Start of INPUT FOR THIS TASK
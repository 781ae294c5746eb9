/* The report for terminals: the same order as the page, in at most 100 columns. */
#include "client/report/report.h"

#include <math.h>
#include <string.h>

#include "client/report/facts.h"
#include "client/report/lines.h"

#define WIDTH 96
#define MANY  12 /* rows of a list; the tables hold the rest */

/* Wraps at blanks; continuation lines start under the text. Counts bytes, which is close enough for plain English. */
void lines_wrap(struct buf *out, const char *lead, const char *text)
{
	const size_t indent = strlen(lead);
	size_t column = indent;
	buf_text(out, lead);
	for (const char *p = text; *p != '\0';) {
		size_t n = strcspn(p, " ");
		if (p[n] == ' ' && p[n + 1] == '%') /* a number keeps its unit */
			n += 1 + strcspn(p + n + 1, " ");
		if (column > indent && column + 1 + n > WIDTH) {
			buf_printf(out, "\n%*s", (int)indent, "");
			column = indent;
		} else if (column > indent) {
			buf_text(out, " ");
			column++;
		}
		buf_put(out, p, n);
		column += n;
		p += p[n] == ' ' ? n + 1 : n;
	}
	buf_text(out, "\n");
}

void lines_heading(struct buf *out, const char *text)
{
	buf_printf(out, "\n%s\n", text);
	for (const char *p = text; *p != '\0'; p++)
		buf_text(out, "-");
	buf_text(out, "\n");
}

static void summary(struct buf *out, const json_t *doc)
{
	json_t *list = facts_summary(doc), *pair;
	size_t i;
	json_array_foreach(list, i, pair)
	{
		char lead[FACT];
		(void)snprintf(lead, sizeof lead, "%-18s ", json_string_value(json_array_get(pair, 0)));
		lines_wrap(out, lead, json_string_value(json_array_get(pair, 1)));
	}
	json_decref(list);
}

static void states(struct buf *out, const json_t *doc)
{
	const char *word;
	json_t *n;
	char a[FACT], b[FACT];
	lines_heading(out, "Campaign");
	buf_text(out, "slots: ");
	bool first = true;
	json_object_foreach((json_t *)(uintptr_t)json_object_get(doc, "slot_states"), word, n)
	{
		buf_printf(out, "%s%" JSON_INTEGER_FORMAT " %s", first ? "" : ", ", json_integer_value(n), word);
		first = false;
	}
	buf_printf(out, "\nobserving time %s, of it background (away from drills and vetoes) %s\n",
	           facts_duration(a, facts_number(doc, "observing_livetime_s")),
	           facts_duration(b, facts_number(doc, "background_livetime_s")));
}

static void groups(struct buf *out, const json_t *doc)
{
	const json_t *list = facts_at(doc, "unexplained_groups.groups");
	char utc[FACT];
	size_t i;
	json_t *g;
	lines_heading(out, "Claims that match no drill");
	json_array_foreach((json_t *)(uintptr_t)list, i, g)
	{
		if (i == MANY) {
			buf_printf(out, "... and %zu more groups (unexplained.csv)\n", json_array_size(list) - MANY);
			break;
		}
		buf_printf(out, "GPS %.3f  %s ", facts_number(g, "time_gps"),
		           facts_utc(utc, facts_number(g, "time_gps")));
		size_t k;
		json_t *name;
		json_array_foreach(json_object_get(g, "pipelines"), k, name)
		    buf_printf(out, " %s", json_string_value(name));
		buf_text(out, "\n");
	}
	if (json_array_size(list) == 0)
		buf_text(out, "none\n");
}

static void efficiency_line(struct buf *out, const char *name, const json_t *eff, const json_t *itt)
{
	char e[FACT], cp[FACT], w[FACT], c[FACT], t[FACT];
	buf_printf(out, "%-14s %5.0f %5.0f  %8s  %-17s  %-17s  %9s  %9s\n", name, facts_number(eff, "found"),
	           facts_number(eff, "live"), facts_percent(e, facts_number(eff, "estimate")),
	           facts_range(cp, json_object_get(eff, "clopper_pearson")),
	           facts_range(w, json_object_get(eff, "wilson")), facts_percent(c, facts_element(eff, "corrected", 0)),
	           facts_percent(t, facts_number(itt, "estimate")));
}

static void efficiencies(struct buf *out, const json_t *doc)
{
	const char *name;
	lines_heading(out, "Efficiency");
	buf_printf(out, "%-14s %5s %5s  %8s  %-17s  %-17s  %9s  %9s\n", "", "found", "live", "fraction", "guaranteed",
	           "Wilson", "corrected", "of played");
	efficiency_line(out, "at least one", facts_at(doc, "comparison.union"),
	                facts_at(doc, "comparison.union_intention_to_treat"));
	for (size_t i = 0; (name = facts_pipeline(doc, i)) != NULL; i++) {
		const json_t *p = facts_pipeline_block(doc, name);
		efficiency_line(out, name, json_object_get(p, "efficiency"), json_object_get(p, "intention_to_treat"));
	}
}

static void curve(struct buf *out, const json_t *doc)
{
	char w[FACT], e[FACT], a[FACT], b[FACT];
	size_t i;
	json_t *bin;
	const json_t *bins = facts_at(doc, "comparison.union_curves.network_snr.bins");
	if (json_array_size(bins) == 0)
		return;
	lines_heading(out, "Efficiency along network signal-to-noise ratio, at least one pipeline");
	json_array_foreach((json_t *)(uintptr_t)bins, i, bin)
	{
		const double x = facts_number(bin, "efficiency");
		buf_printf(out, "%7s to %-7s %3.0f of %-3.0f %8s  %-16s ",
		           facts_significant(a, facts_number(bin, "lower_edge"), 3),
		           facts_significant(b, facts_number(bin, "upper_edge"), 3), facts_number(bin, "found"),
		           facts_number(bin, "drills"), facts_percent(e, x),
		           facts_range(w, json_object_get(bin, "wilson")));
		for (int k = 0; k < (int)(20 * x + 0.5); k++)
			buf_text(out, "#");
		buf_text(out, "\n");
	}
}

static void missed(struct buf *out, const json_t *doc)
{
	json_t *list = facts_missed(doc);
	char utc[FACT], snr[FACT], mass[FACT], d[FACT];
	size_t i;
	json_t *m;
	lines_heading(out, "Live drills found by nobody, loudest first");
	json_array_foreach((json_t *)(uintptr_t)list, i, m)
	{
		if (i == MANY) {
			buf_printf(out, "... and %zu more (missed.csv)\n", json_array_size(list) - MANY);
			break;
		}
		buf_printf(out, "%-14s %s  SNR %-6s chirp mass %-6s Msun  %s Mpc\n", facts_text(m, "slot_id"),
		           facts_utc(utc, facts_number(m, "arrival_gps")),
		           facts_significant(snr, facts_number(m, "network_snr"), 3),
		           facts_significant(mass, facts_number(m, "chirp_mass_msun"), 3),
		           facts_significant(d, facts_number(m, "distance_mpc"), 3));
	}
	if (json_array_size(list) == 0)
		buf_text(out, "none\n");
	json_decref(list);
}

static void found_by(struct buf *out, const json_t *doc)
{
	const char *bits, *name;
	json_t *n;
	lines_heading(out, "Found by");
	json_object_foreach((json_t *)(uintptr_t)facts_at(doc, "comparison.found_by"), bits, n)
	{
		buf_printf(out, "%5" JSON_INTEGER_FORMAT "  ", json_integer_value(n));
		bool any = false;
		for (size_t i = 0; bits[i] != '\0' && (name = facts_pipeline(doc, i)) != NULL; i++) {
			if (bits[i] != '1')
				continue;
			buf_printf(out, "%s%s", any ? " + " : "", name);
			any = true;
		}
		buf_text(out, any ? "\n" : "nobody\n");
	}
}

static void residuals(struct buf *out, const json_t *doc)
{
	const char *name;
	char a[FACT], b[FACT], p[FACT];
	lines_heading(out, "Stated against true values of found drills");
	for (size_t i = 0; (name = facts_pipeline(doc, i)) != NULL; i++) {
		const json_t *r = json_object_get(json_object_get(doc, "residuals"), name);
		const json_t *t = json_object_get(r, "arrival_gps"), *m = json_object_get(r, "chirp_mass_msun");
		buf_printf(out, "%-14s arrival: median %s ms late, scatter %s ms, sign test p = %s (n = %.0f)\n", name,
		           facts_significant(a, 1e3 * facts_number(t, "median"), 3),
		           facts_significant(b, 1e3 * facts_number(t, "sd"), 3),
		           facts_p_value(p, facts_number(t, "sign_p")), facts_number(t, "n"));
		buf_printf(out, "%-14s chirp mass: median %s stated sigmas, scatter %s, sign test p = %s (n = %.0f)\n",
		           "", facts_significant(a, facts_number(m, "median"), 3),
		           facts_significant(b, facts_number(m, "sd"), 3), facts_p_value(p, facts_number(m, "sign_p")),
		           facts_number(m, "n"));
	}
}

static enum qb_status must_be_audit(const json_t *doc, struct qb_error *e)
{
	if (strcmp(facts_text(doc, "document"), "audit") != 0)
		return qb_fail(e, QB_FORMAT, "report", "give the file that `audit run` wrote",
		               "is not an audit document");
	return QB_OK;
}

enum qb_status report_text(const json_t *doc, struct buf *out, struct qb_error *e)
{
	const enum qb_status st = must_be_audit(doc, e);
	if (st != QB_OK)
		return st;
	buf_printf(out, "Audit of %s\n\n", *facts_text(doc, "set") != '\0' ? facts_text(doc, "set") : "an unnamed set");
	summary(out, doc);
	states(out, doc);
	course_text(out, doc);
	register_text(out, doc);
	groups(out, doc);
	efficiencies(out, doc);
	curve(out, doc);
	found_by(out, doc);
	missed(out, doc);
	residuals(out, doc);
	lines_heading(out, "How to read this");
	json_t *list = facts_limits(doc), *line;
	size_t i;
	json_array_foreach(list, i, line) lines_wrap(out, "- ", json_string_value(line));
	json_decref(list);
	return QB_OK;
}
End of INPUT FOR THIS TASK
*DIRECTIONS FOR THIS TASK:* Leave out every line above except those from the line with "const json_t *t" up to and including the line with "the file that", and copy those exactly.

*REPLY:*
		const json_t *t = json_object_get(r, "arrival_gps"), *m = json_object_get(r, "chirp_mass_msun");
		buf_printf(out, "%-14s arrival: median %s ms late, scatter %s ms, sign test p = %s (n = %.0f)\n", name,
		           facts_significant(a, 1e3 * facts_number(t, "median"), 3),
		           facts_significant(b, 1e3 * facts_number(t, "sd"), 3),
		           facts_p_value(p, facts_number(t, "sign_p")), facts_number(t, "n"));
		buf_printf(out, "%-14s chirp mass: median %s stated sigmas, scatter %s, sign test p = %s (n = %.0f)\n",
		           "", facts_significant(a, facts_number(m, "median"), 3),
		           facts_significant(b, facts_number(m, "sd"), 3), facts_p_value(p, facts_number(m, "sign_p")),
		           facts_number(m, "n"));
	}
}

static enum qb_status must_be_audit(const json_t *doc, struct qb_error *e)
{
	if (strcmp(facts_text(doc, "document"), "audit") != 0)
		return qb_fail(e, QB_FORMAT, "report", "give the file that `audit run` wrote",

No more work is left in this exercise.